Just as companies have long relied on more than a single software provider, they are now adopting multiple cloud providers to run their important operations. That’s why, almost three years ago, Oracle and Microsoft announced plans with Microsoft for a series of cloud “interconnects” that, as the name implies, connect their respective clouds.
Fast forward to early this year, when we rolled out our ninth and tenth Oracle Interconnect for Azure in Phoenix and Seoul. We have since added an eleventh in Singapore with (hint, hint) more to come soon. These interconnect locations ensure that the many companies that run, say Oracle Autonomous Database on Oracle Cloud Infrastructure (OCI) can connect to Microsoft Azure analytics tools and AI workloads on Azure without copying data around. Customers can also run applications on Azure with Oracle Applications like E-Business Suite on OCI as part of a single solution.

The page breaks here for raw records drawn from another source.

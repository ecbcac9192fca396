package org.loopledger.tune;

import org.loopledger.analysis.Margins;
import org.loopledger.control.Cascade;
import org.loopledger.control.DriveTiming;
import org.loopledger.control.FilterChain;
import org.loopledger.control.LowPass2;
import org.loopledger.control.Piv;
import org.loopledger.control.VelocityPi;
import org.loopledger.frf.FrequencyGrid;
import org.loopledger.frf.Frf;
import org.loopledger.lti.Motion;
import org.loopledger.lti.TransferFunction;
import org.loopledger.lti.Units;

import java.util.ArrayList;
import java.util.List;
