/**
 * Auto-tune of a PIV cascade: {@link org.loopledger.tune.AutoTune} searches the gains (and, where it pays, a low-pass)
 * on one or more measured plant FRFs ({@link org.loopledger.tune.PlantCase}s, the worst case counts) or on a model,
 * against a {@link org.loopledger.tune.TuningSpec}, and returns a {@link org.loopledger.tune.TuningResult}: the gains,
 * the figures of every load case from an independent re-analysis ({@link org.loopledger.tune.LoadCaseFigures}), the
 * verdict and the binding constraint. {@link org.loopledger.tune.Resonances} finds resonances and antiresonances in
 * measured data; {@link org.loopledger.tune.NotchProposal} proposes a notch and judges it by re-tuning.
 *
 * <p><b>Units.</b> Bandwidth targets and frequencies in Hz, margins in degrees and dB, Ms as a ratio; K<sub>p</sub>
 * in 1/s, K<sub>v</sub> in plant-input units per rad/s (or per m/s on a linear axis).
 *
 * <p>Entry points: {@code AutoTune.onMeasured(cases, timing, filters, spec)},
 * {@code NotchProposal.propose(...)}. Try tuned gains with reduced current and speed limits first.
 */
package org.loopledger.tune;
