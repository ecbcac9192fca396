package org.loopledger.kernel.session;

import org.loopledger.display.MimeBundle;

import java.io.ByteArrayOutputStream;
import java.io.OutputStream;
import java.nio.charset.StandardCharsets;
import java.util.function.Consumer;

/**
 * Reassembles the display channel's length-prefixed frames (see {@link org.loopledger.display.DisplayChannel})
 * from bytes that may arrive split anywhere.
 */
final class DisplayFrameSink extends OutputStream {
    private final Consumer<MimeBundle> target;
    private final ByteArrayOutputStream pending = new ByteArrayOutputStream();

    DisplayFrameSink(Consumer<MimeBundle> target) {
        this.target = target;
    }

    @Override
    public void write(int b) {
        write(new byte[] {(byte) b}, 0, 1);
    }

    @Override
    public synchronized void write(byte[] b, int off, int len) {
        pending.write(b, off, len);
        byte[] all = pending.toByteArray();
        int pos = 0;
        while (all.length - pos >= 4) {
            int n = ((all[pos] & 0xff) << 24) | ((all[pos + 1] & 0xff) << 16) | ((all[pos + 2] & 0xff) << 8) | (all[pos + 3] & 0xff);
            if (n < 0) throw new IllegalStateException("corrupt display frame length " + n);
            if (all.length - pos - 4 < n) break;
            String json = new String(all, pos + 4, n, StandardCharsets.UTF_8);
            pos += 4 + n;
            MimeBundle bundle;
            try {
                bundle = MimeBundle.fromJson(json);
            } catch (RuntimeException e) {
                bundle = MimeBundle.ofText("(unreadable display output: " + e.getMessage() + ")");
            }
            target.accept(bundle);
        }
        pending.reset();
        pending.write(all, pos, all.length - pos);
    }
}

Businesses want this “best of both clouds” experience, and we aim to meet that demand with our high-speed private network connections, and by simplifying the management and monitoring of both companies’ applications.
Why more than one cloud? Because businesses want to run their workloads in the clouds best suited to run them.
Over the past two and a half years, the more than 250 customers using the Oracle Interconnect for Azure include TIM Brasil, Brazil’s largest telecommunications company; IntegraLife Sciences, a leading biotech firm; and MESTEC, a U.K. provider of cloud-based manufacturing software.
Customers like these can use the Oracle Interconnect for Azure to divvy up a single workload or multiple workloads that need frequent communications, running some parts on OCI and others on Azure, thus benefitting from a “best of both clouds” experience. They can also use either OCI Identity and Access Management or Microsoft Active Directory (AD) for single sign-on to the two clouds and those applications.
As noted above, businesses will avail themselves of clouds, plural. Market research firm Gartner found that a large majority—81%—of companies surveyed have a multi-cloud strategy in place. In building and supporting these interconnect locations, Oracle is responding to this clearly articulated demand for choice. Providing such flexibility is good for our shared customers.
Just as software providers long ago abandoned the dream that they could satisfy all of a company’s applications needs, no single cloud can provide for a customer’s total cloud needs. And as application providers in the days of yore learned to make their software packages work together, Oracle Interconnect for Azure signals the start of an era of competitive cooperation between cloud vendors that puts the needs of their customers first.